Saved data entries:
/**
 * The constants of the elementary functions in memory.
 *
 * A vector made of one number in memory costs one operation; a vector constant in the code costs several, because the
 * engine builds it anew wherever it is used (measured: an exponential takes half as long again).
 */
import * as table from '../elementary-tables';

/** A vector with one number of a table in both lanes. */
// @ts-ignore: decorator
@inline
export function constant(numbers: usize, position: i32): v128 {
  return v128.load64_splat(numbers + (<usize>position << 3));
}

/** Ascending coefficients at 0 … 9. */
export const exponential = memory.data<f64>([
  table.exponential0, table.exponential1, table.exponential2, table.exponential3, table.exponential4,
  table.exponential5, table.exponential6, table.exponential7, table.exponential8, table.exponential9,
]);

/** Ascending coefficients at 0 … 6. */
export const logarithm = memory.data<f64>([
  table.logarithm0, table.logarithm1, table.logarithm2, table.logarithm3, table.logarithm4, table.logarithm5,
  table.logarithm6,
]);

/** Numerator at 0 … 9, denominator of power i at 10 + i. */
export const tail = memory.data<f64>([
  table.tailNumerator0, table.tailNumerator1, table.tailNumerator2, table.tailNumerator3, table.tailNumerator4,
  table.tailNumerator5, table.tailNumerator6, table.tailNumerator7, table.tailNumerator8, table.tailNumerator9,
  1.0, table.tailDenominator1, table.tailDenominator2, table.tailDenominator3, table.tailDenominator4,
  table.tailDenominator5, table.tailDenominator6, table.tailDenominator7, table.tailDenominator8,
  table.tailDenominator9, table.tailDenominator10,
]);

/** The three ratios of the quantile: numerator of power i at i, denominator at 8 + i. */
export const middle = memory.data<f64>([
  table.middleNumerator0, table.middleNumerator1, table.middleNumerator2, table.middleNumerator3,
  table.middleNumerator4, table.middleNumerator5, table.middleNumerator6, table.middleNumerator7,
  1.0, table.middleDenominator1, table.middleDenominator2, table.middleDenominator3,
  table.middleDenominator4, table.middleDenominator5, table.middleDenominator6, table.middleDenominator7,
]);
export const outer = memory.data<f64>([
  table.outerNumerator0, table.outerNumerator1, table.outerNumerator2, table.outerNumerator3,
  table.outerNumerator4, table.outerNumerator5, table.outerNumerator6, table.outerNumerator7,
  1.0, table.outerDenominator1, table.outerDenominator2, table.outerDenominator3,
  table.outerDenominator4, table.outerDenominator5, table.outerDenominator6, table.outerDenominator7,
]);
export const far = memory.data<f64>([
  table.farNumerator0, table.farNumerator1, table.farNumerator2, table.farNumerator3,
  table.farNumerator4, table.farNumerator5, table.farNumerator6, table.farNumerator7,
  1.0, table.farDenominator1, table.farDenominator2, table.farDenominator3,
  table.farDenominator4, table.farDenominator5, table.farDenominator6, table.farDenominator7,
]);

/** Single numbers, by their position in the table below. */
export const enum Named {
  half,
  one,
  two,
  oneOverLogOfTwo,
  logOfTwoHigh,
  logOfTwoLow,
  /** 1.5 · 2^52: added and taken off again it rounds to a whole number, which the lowest bits of the sum hold. */
  rounder,
  /** Below this size of its argument an exponential is neither subnormal nor infinite. */
  ordinaryExponent,
  lowestExponent,
  highestExponent,
  /** 2^52 + 1023: added to n it leaves the bits of n + 1023 lowest, to be moved where a double keeps its exponent. */
  exponentPlacer,
  smallestNormal,
  infinity,
  /** 2^27 + 1, which cuts a double into two halves. */
  splitter,
  /** From here on the tails of the normal law count as 0 and 1. */
  farthest,
  /** The quantile's middle part: its half width, and the square of that. */
  middleLimit,
  middleSquare,
  outerShift,
}

const named = memory.data<f64>([
  0.5,
  1.0,
  2.0,
  table.oneOverLogOfTwo,
  table.logOfTwoHigh,
  table.logOfTwoLow,
  6755399441055744.0,
  708.0,
  -746.0,
  710.0,
  4503599627371519.0,
  2.2250738585072014e-308,
  Infinity,
  134217729.0,
  39.0,
  0.425,
  0.180625,
  1.6,
]);

// @ts-ignore: decorator
@inline
export function number(name: Named): v128 {
  return constant(named, <i32>name);
}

Your assignment => Your task is to restate, word for word, only those lines above that fall between the line holding "coefficients at 0 … 9. */" and the line holding "export const logarithm", inclusive.

Answer for the task =>
/** Ascending coefficients at 0 … 9. */
export const exponential = memory.data<f64>([
  table.exponential0, table.exponential1, table.exponential2, table.exponential3, table.exponential4,
  table.exponential5, table.exponential6, table.exponential7, table.exponential8, table.exponential9,
]);

/** Ascending coefficients at 0 … 6. */
export const logarithm = memory.data<f64>([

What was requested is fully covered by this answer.